Output every line below without omitting or altering anything.

RAW DATA:
BEGIN

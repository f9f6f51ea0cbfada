"""Remakes the pictures that README shows, from the folder of a search: ``python -m gaitlab.report.media RUN media``."""

from __future__ import annotations

import sys
from pathlib import Path

from PIL import Image

from gaitlab.errors import GaitlabError, InputError, must
from gaitlab.report.animation import Film, film_of, painted, save_gif
from gaitlab.report.footfall import footfall_chart
from gaitlab.report.ranking_plot import ranking_bars
from gaitlab.report.run_folder import SavedRun, read_run
from gaitlab.report.sheet import bench_sheet
from gaitlab.report.style import save_figure

HERO_WIDTH = 700  # px, chosen by us: as wide as a README column
HERO_FRAMES_PER_PERIOD = 18  # keeps two films in one file under 4 MB
USAGE = "usage: python -m gaitlab.report.media RUN FOLDER   (RUN: folder of a search, FOLDER: where the pictures go)"


def remade(run: SavedRun, folder: Path) -> tuple[Path, ...]:
    """Write walk.gif (best above reversed), ranking.png, footfall.png and sheet.png into `folder`.

    Raises InputError when the run holds no motion of the best wiring and its reverse.
    """
    best = run.best
    return (
        _hero(run, folder / "walk.gif"),
        save_figure(ranking_bars(run.ranking, title=run.robot.name), folder / "ranking.png", dpi=110),
        save_figure(footfall_chart(best.walk, best.reversed_walk), folder / "footfall.png", dpi=110),
        save_figure(bench_sheet(run), folder / "sheet.png", dpi=110),
    )


def _hero(run: SavedRun, path: Path) -> Path:
    """Best and reversed walk one above the other, at the same moments of their periods."""
    backwards = run.best.reversed_wiring
    if run.trace is None or run.reversed_trace is None or run.reversed_ring is None or backwards is None:
        raise InputError(must("run", "one with motion of best and reversed wiring", str(run.folder), "search again"))
    name, beat = run.robot.name, HERO_FRAMES_PER_PERIOD
    above = film_of(run.trace, run.ring, run.best.wiring, title=f"{name}: best wiring", frames_per_period=beat)
    title = "the same wiring, wave reversed"
    below = film_of(run.reversed_trace, run.reversed_ring, backwards, title=title, frames_per_period=beat)
    pictures = [_stacked(above, below, k) for k in range(min(len(above.frames), len(below.frames)))]
    return save_gif(pictures, above.frame_s, path)


def _stacked(above: Film, below: Film, index: int) -> Image.Image:
    upper, lower = painted(above, index), painted(below, index)
    both = Image.new("RGB", (upper.width, upper.height + lower.height), "white")
    both.paste(upper, (0, 0))
    both.paste(lower, (0, upper.height))
    return both.resize((HERO_WIDTH, round(HERO_WIDTH * both.height / both.width)), Image.Resampling.LANCZOS)


def main(arguments: list[str]) -> int:
    """Runs the command; gives back its exit code."""
    if len(arguments) != 2:
        print(USAGE, file=sys.stderr)
        return 2
    try:
        files = remade(read_run(arguments[0]), Path(arguments[1]))
    except GaitlabError as error:
        print(error, file=sys.stderr)
        return 2
    print("\n".join(str(file) for file in files))
    return 0


if __name__ == "__main__":
    sys.exit(main(sys.argv[1:]))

END

OUTPUT FOR THIS EXERCISE:
repository f9f6f51ea0cbfada
"""Remakes the pictures that README shows, from the folder of a search: ``python -m gaitlab.report.media RUN media``."""

from __future__ import annotations

import sys
from pathlib import Path

from PIL import Image

from gaitlab.errors import GaitlabError, InputError, must
from gaitlab.report.animation import Film, film_of, painted, save_gif
from gaitlab.report.footfall import footfall_chart
from gaitlab.report.ranking_plot import ranking_bars
from gaitlab.report.run_folder import SavedRun, read_run
from gaitlab.report.sheet import bench_sheet
from gaitlab.report.style import save_figure

HERO_WIDTH = 700  # px, chosen by us: as wide as a README column
HERO_FRAMES_PER_PERIOD = 18  # keeps two films in one file under 4 MB
USAGE = "usage: python -m gaitlab.report.media RUN FOLDER   (RUN: folder of a search, FOLDER: where the pictures go)"


def remade(run: SavedRun, folder: Path) -> tuple[Path, ...]:
    """Write walk.gif (best above reversed), ranking.png, footfall.png and sheet.png into `folder`.

    Raises InputError when the run holds no motion of the best wiring and its reverse.
    """
    best = run.best
    return (
        _hero(run, folder / "walk.gif"),
        save_figure(ranking_bars(run.ranking, title=run.robot.name), folder / "ranking.png", dpi=110),
        save_figure(footfall_chart(best.walk, best.reversed_walk), folder / "footfall.png", dpi=110),
        save_figure(bench_sheet(run), folder / "sheet.png", dpi=110),
    )


def _hero(run: SavedRun, path: Path) -> Path:
    """Best and reversed walk one above the other, at the same moments of their periods."""
    backwards = run.best.reversed_wiring
    if run.trace is None or run.reversed_trace is None or run.reversed_ring is None or backwards is None:
        raise InputError(must("run", "one with motion of best and reversed wiring", str(run.folder), "search again"))
    name, beat = run.robot.name, HERO_FRAMES_PER_PERIOD
    above = film_of(run.trace, run.ring, run.best.wiring, title=f"{name}: best wiring", frames_per_period=beat)
    title = "the same wiring, wave reversed"
    below = film_of(run.reversed_trace, run.reversed_ring, backwards, title=title, frames_per_period=beat)
    pictures = [_stacked(above, below, k) for k in range(min(len(above.frames), len(below.frames)))]
    return save_gif(pictures, above.frame_s, path)


def _stacked(above: Film, below: Film, index: int) -> Image.Image:
    upper, lower = painted(above, index), painted(below, index)
    both = Image.new("RGB", (upper.width, upper.height + lower.height), "white")
    both.paste(upper, (0, 0))
    both.paste(lower, (0, upper.height))
    return both.resize((HERO_WIDTH, round(HERO_WIDTH * both.height / both.width)), Image.Resampling.LANCZOS)


def main(arguments: list[str]) -> int:
    """Runs the command; gives back its exit code."""
    if len(arguments) != 2:
        print(USAGE, file=sys.stderr)
        return 2
    try:
        files = remade(read_run(arguments[0]), Path(arguments[1]))
    except GaitlabError as error:
        print(error, file=sys.stderr)
        return 2
    print("\n".join(str(file) for file in files))
    return 0


if __name__ == "__main__":
    sys.exit(main(sys.argv[1:]))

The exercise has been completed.